Members of the European Parliament will get to question Facebook (NASDAQ:FB) CEO Mark Zuckerberg today on everything from Cambridge Analytica and Europe’s new privacy rules to the social network’s role in elections and foreign investment. He’s also expected to apologize over not taking a “broad enough view of our responsibilities” and not doing “enough to prevent the tools we’ve built from being used for harm.”
The early trade markets are essentially unchanged. I am still willing to consider strong indications of bullish momentum.
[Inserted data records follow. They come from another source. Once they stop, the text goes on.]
import { addHashedWeights } from "./add-hashed-weights.js";
import { addNumericWeights } from "./add-numeric-weights.js";
import { checkScoringModel } from "./check-scoring-model.js";
import { ColumnBinder } from "./column-binder.js";
import type { ColumnarBatch } from "./columnar-batch.js";
import { compileForest, type CompiledForest } from "./compile-forest.js";
import { compileHeads, type CompiledHeads } from "./compile-heads.js";
import { allocateRowBlock } from "./allocate-row-block.js";
import { chunkRows } from "./chunk-rows.js";
import { compileInputs, type InputPlan } from "./compile-inputs.js";
import { encodedLayout, type EncodedLayout } from "./encoded-layout.js";
import { fillItem, type ItemScratch } from "./fill-item.js";
import { finishScores } from "./finish-scores.js";
import { forestKernel } from "./forest-kernel.js";
import type { ScoringModel } from "./model-types.js";
import type { ScoreItem } from "./score-item.js";
import { VirtualSlots } from "./virtual-slots.js";
import { ScorerError } from "./scorer-error.js";
import { sumLeafWeights } from "./sum-leaf-weights.js";
import { treeGroup } from "./tree-group.js";

/** The scores of one item. */
export interface ScoreResult {
  /**
   * Outcome to served probability q (after any downsampling correction). Read it
   * by outcome name; it has no prototype when an outcome is named "__proto__".
   */
  readonly probability: Readonly<Record<string, number>>;
  /** sum over heads of valueWeight * q. */
  readonly combined: number;
}

/** The scores of a batch, one entry per row. */
export interface BatchScores {
  readonly probability: Readonly<Record<string, Float64Array>>;
  readonly combined: Float64Array;
}

/**
 * A loaded model, ready to score: single items, columnar batches or lists of
 * items, and ranking by the combined score. Builds every table once; scoring
 * allocates only its outputs. Not reentrant (one call at a time, as JavaScript
 * runs anyway); an item getter that calls back into the scorer is refused.
 *
 * @example
 * const scorer = createScorer(model); // or loadScorer(artifactText)
 * scorer.scoreOne({ tie_strength: 0.4, crop: "kale" }); // { probability: { open: 0.31, ... }, combined: 0.52 }
 * scorer.rank(candidates); // Uint32Array of candidate indexes, best first
 */
export class Scorer {
  /** The model it was built from. */
  readonly model: ScoringModel;
  readonly layout: EncodedLayout;
  /** Outcomes of the heads, in head order. */
  readonly outcomes: readonly string[];
  private readonly plan: InputPlan;
  private readonly forests: readonly CompiledForest[];
  private readonly heads: CompiledHeads;
  private readonly binder: ColumnBinder;
  private readonly treeCount: number;
  private readonly chunk: number;
  private readonly treeGroup: number;
  private readonly block: Float64Array;
  private readonly codes: Int32Array;
  private readonly slots: Int32Array;
  private readonly hashedSlots: Int32Array;
  private readonly z: Float64Array;
  private readonly scratch: ItemScratch;
  private readonly oneProbability: Float64Array[];
  private readonly oneCombined = new Float64Array(1);
  private readonly plainRecords: boolean;
  private busy = false;

  /**
   * Checks the model (throws a ScorerError listing every problem, labelled with
   * `source`) and builds the scoring tables.
   */
  constructor(model: ScoringModel, source = "model") {
    const issues = checkScoringModel(model);
    if (issues.length > 0) throw new ScorerError(source, issues);
    this.model = model;
    this.layout = encodedLayout(model.forests, model.encoding);
    const virtual = VirtualSlots.plan(model.forests, model.contract);
    this.forests = model.forests.map((forest) => compileForest(forest, model.contract, virtual));
    this.plan = compileInputs(model.contract, model.encoding, this.layout, virtual);
    this.heads = compileHeads(model.heads, model.valueWeights, this.layout);
    this.outcomes = this.heads.outcomes;
    this.plainRecords = !this.outcomes.includes("__proto__");
    this.binder = new ColumnBinder(this.plan);
    this.treeCount = this.layout.treeCount;
    this.chunk = chunkRows(this.plan.stride);
    const leavesPerTree = Math.max(1, ...this.forests.map((forest) => forest.leaves));
    this.treeGroup = treeGroup(leavesPerTree, this.heads.lanes);
    this.block = allocateRowBlock(this.plan, this.chunk);
    this.codes = new Int32Array(this.chunk * this.plan.stride);
    this.slots = new Int32Array(this.chunk * Math.max(1, this.treeCount));
    this.hashedSlots = new Int32Array(this.chunk * Math.max(1, this.plan.hashedSlotCount));
    this.z = new Float64Array(this.chunk * this.heads.lanes);
    this.scratch = {
      texts: this.plan.categoricalNames.map(() => null),
      parts: new Array<string>(8).fill(""),
    };
    this.oneProbability = this.outcomes.map(() => new Float64Array(1));
  }

  /** The features an item or batch provides, by kind. */
  get features(): { readonly numeric: readonly string[]; readonly categorical: readonly string[] } {
    return { numeric: this.plan.numericNames, categorical: this.plan.categoricalNames };
  }

  /** Scores one item. */
  scoreOne(item: ScoreItem): ScoreResult {
    const combined = this.scoreOneInto(item, null);
    // A plain object is several times cheaper to fill than a prototype-less one; an
    // outcome named "__proto__" would set the prototype of a plain object, so then not.
    const probability: Record<string, number> = this.plainRecords
      ? {}
      : (Object.create(null) as Record<string, number>);
    for (let h = 0; h < this.outcomes.length; h++) {
      probability[this.outcomes[h]] = this.oneProbability[h][0];
    }
    return { probability, combined };
  }

  /**
   * Scores one item without allocating: writes each head's probability to
   * `probability[h]` (in `outcomes` order) when given, returns the combined score.
   */
  scoreOneInto(item: ScoreItem, probability: Float64Array | null): number {
    this.enter();
    try {
      this.fillOne(item, true);
      this.scoreChunk(1, this.oneProbability, this.oneCombined, 0);
    } finally {
      this.busy = false;
    }
    if (probability !== null) {
      for (let h = 0; h < this.outcomes.length; h++) probability[h] = this.oneProbability[h][0];
    }
    return this.oneCombined[0];
  }

  /**
   * Scores a columnar batch (see ColumnarBatch); into `out` when given (see
   * allocateScores: reusing outputs spares a serving loop fresh memory per call;
   * entries past the batch's rows are left as they were).
   */
  scoreBatch(batch: ColumnarBatch, out?: BatchScores): BatchScores {
    const bound = this.binder.bind(batch);
    const scores = this.outputFor(bound.rowCount, out);
    this.enter();
    try {
      for (let start = 0; start < bound.rowCount; start += this.chunk) {
        const count = Math.min(this.chunk, bound.rowCount - start);
        this.binder.fill(
          bound,
          start,
          count,
          this.block,
          this.codes,
          this.hashedSlots,
          this.scratch.parts,
        );
        this.scoreChunk(count, scores.arrays, scores.combined, start);
      }
    } finally {
      this.busy = false;
    }
    return scores.result;
  }

  /** Scores a list of items, as scoreOne each, at batch speed; into `out` when given. */
  scoreItems(items: readonly ScoreItem[], out?: BatchScores): BatchScores {
    const scores = this.outputFor(items.length, out);
    this.enter();
    try {
      for (let start = 0; start < items.length; start += this.chunk) {
        const count = Math.min(this.chunk, items.length - start);
        for (let i = 0; i < count; i++) this.fillRow(items[start + i], i, true);
        this.scoreChunk(count, scores.arrays, scores.combined, start);
      }
    } finally {
      this.busy = false;
    }
    return scores.result;
  }

  /** Candidate indexes ordered by combined score, best first (ties: lower index first). */
  rank(candidates: readonly ScoreItem[] | ColumnarBatch): Uint32Array {
    const { combined } = Array.isArray(candidates)
      ? this.scoreItems(candidates as readonly ScoreItem[])
      : this.scoreBatch(candidates as ColumnarBatch);
    const order = new Uint32Array(combined.length);
    for (let i = 0; i < order.length; i++) order[i] = i;
    return order.sort((a, b) => combined[b] - combined[a] || a - b);
  }

  /**
   * The encoded index of the leaf each tree reaches for one item (forest by
   * forest, tree by tree), without scoring the heads.
   */
  traverseOne(item: ScoreItem, out: Int32Array = new Int32Array(this.treeCount)): Int32Array {
    this.enter();
    try {
      this.fillOne(item, false);
      this.traverseChunk(1);
    } finally {
      this.busy = false;
    }
    out.set(this.slots.subarray(0, this.treeCount));
    return out;
  }

  /** As traverseOne for every row of a batch: row i's leaves at [i * trees, (i + 1) * trees). */
  traverseBatch(batch: ColumnarBatch, out?: Int32Array): Int32Array {
    const bound = this.binder.bind(batch);
    const leaves = out ?? new Int32Array(bound.rowCount * this.treeCount);
    this.enter();
    try {
      for (let start = 0; start < bound.rowCount; start += this.chunk) {
        const count = Math.min(this.chunk, bound.rowCount - start);
        this.binder.fill(
          bound,
          start,
          count,
          this.block,
          this.codes,
          this.hashedSlots,
          this.scratch.parts,
          false,
        );
        this.traverseChunk(count);
        leaves.set(this.slots.subarray(0, count * this.treeCount), start * this.treeCount);
      }
    } finally {
      this.busy = false;
    }
    return leaves;
  }

  private enter(): void {
    if (this.busy) {
      throw new ScorerError("scorer", [
        {
          code: "reentrant",
          path: "",
          message:
            "expected one call at a time, found a call from inside a scoring call (an item getter?)",
        },
      ]);
    }
    this.busy = true;
  }

  private fillOne(item: ScoreItem, withHashing: boolean): void {
    this.fillRow(item, 0, withHashing);
  }

  private fillRow(item: ScoreItem, row: number, withHashing: boolean): void {
    fillItem(
      this.plan,
      item,
      this.block,
      this.codes,
      this.hashedSlots,
      row,
      this.scratch,
      withHashing,
    );
  }

  private traverseChunk(count: number): void {
    const stride = this.plan.stride;
    let treeOffset = 0;
    for (let f = 0; f < this.forests.length; f++) {
      const forest = this.forests[f];
      forestKernel(
        forest,
        this.block,
        this.codes,
        stride,
        count,
        this.slots,
        this.treeCount,
        treeOffset,
        this.layout.leafOffset[f],
        forest.leaves,
      );
      treeOffset += forest.treeCount;
    }
  }

  private scoreChunk(
    count: number,
    probability: readonly Float64Array[],
    combined: Float64Array,
    start: number,
  ): void {
    this.traverseChunk(count);
    const heads = this.heads;
    sumLeafWeights(
      this.slots,
      this.treeCount,
      count,
      heads.leafWeight,
      heads.lanes,
      this.treeGroup,
      this.z,
    );
    if (this.plan.hashedSlotCount > 0) {
      addHashedWeights(
        this.hashedSlots,
        this.plan.hashedSlotCount,
        count,
        this.layout.hashedOffset,
        heads,
        this.z,
      );
    }
    if (this.plan.standardizedFeature.length > 0)
      addNumericWeights(this.plan, this.block, count, heads, this.z);
    finishScores(heads, this.z, count, probability, combined, start);
  }

  /** Output arrays for `rowCount` rows, for scoreBatch and scoreItems to fill again and again. */
  allocateScores(rowCount: number): BatchScores {
    const probability: Record<string, Float64Array> = Object.create(null) as Record<
      string,
      Float64Array
    >;
    for (const outcome of this.outcomes) probability[outcome] = new Float64Array(rowCount);
    return { probability, combined: new Float64Array(rowCount) };
  }

  private outputFor(
    rowCount: number,
    out: BatchScores | undefined,
  ): { arrays: Float64Array[]; combined: Float64Array; result: BatchScores } {
    const result = out ?? this.allocateScores(rowCount);
    const arrays = this.outcomes.map((outcome) => {
      const array = Object.prototype.hasOwnProperty.call(result.probability, outcome)
        ? result.probability[outcome]
        : undefined;
      if (!(array instanceof Float64Array) || array.length < rowCount) {
        throw new ScorerError("scorer", [
          {
            code: "output_size",
            path: `/probability/${outcome}`,
            message: `expected a Float64Array of at least ${rowCount} entries, found ${array instanceof Float64Array ? array.length : typeof array}`,
          },
        ]);
      }
      return array;
    });
    if (!(result.combined instanceof Float64Array) || result.combined.length < rowCount) {
      throw new ScorerError("scorer", [
        {
          code: "output_size",
          path: "/combined",
          message: `expected a Float64Array of at least ${rowCount} entries`,
        },
      ]);
    }
    return { arrays, combined: result.combined, result };
  }
}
If one were a straight stock trader, simply buying NFLX in the $332.00 area could prove to be prudent. You are anticipating a move to the upside. It’s also a conservative way to enter NFLX without the limitation of time associated with other strategies. In this scenario, it would also be good practice to place a sell-stop order in the $325.00 area to mitigate potential losses.
For more active traders with a shorter investment time horizon, you can consider a setup utilizing options. Given the market conditions outlined above, taking an active, premium debit approach may be the best path to success.
Because of the reasons given above, the purchase of a debit call spread may be one way to approach this situation. The first thing you want to do is calculate your target strike. In order to do this, you need three pieces of information: current price, date of expiration and at the money implied volatility for that expiration. For NFLX, this calculation targets the $345 – $346 strike. You may want to consider buying the June 1st weekly expiration 340/345 call spread paying $1.20. The maximum risk is what you paid for the spread and the maximum reward is the width of the spread less any premium paid. Max risk = $1.20, max reward = $3.80 which yield a reward to risk ratio of 3.16:1.
Given the trading and market environment outlined above, a trader must evaluate whether this reward/risk ratio is appropriate for his/her risk tolerance.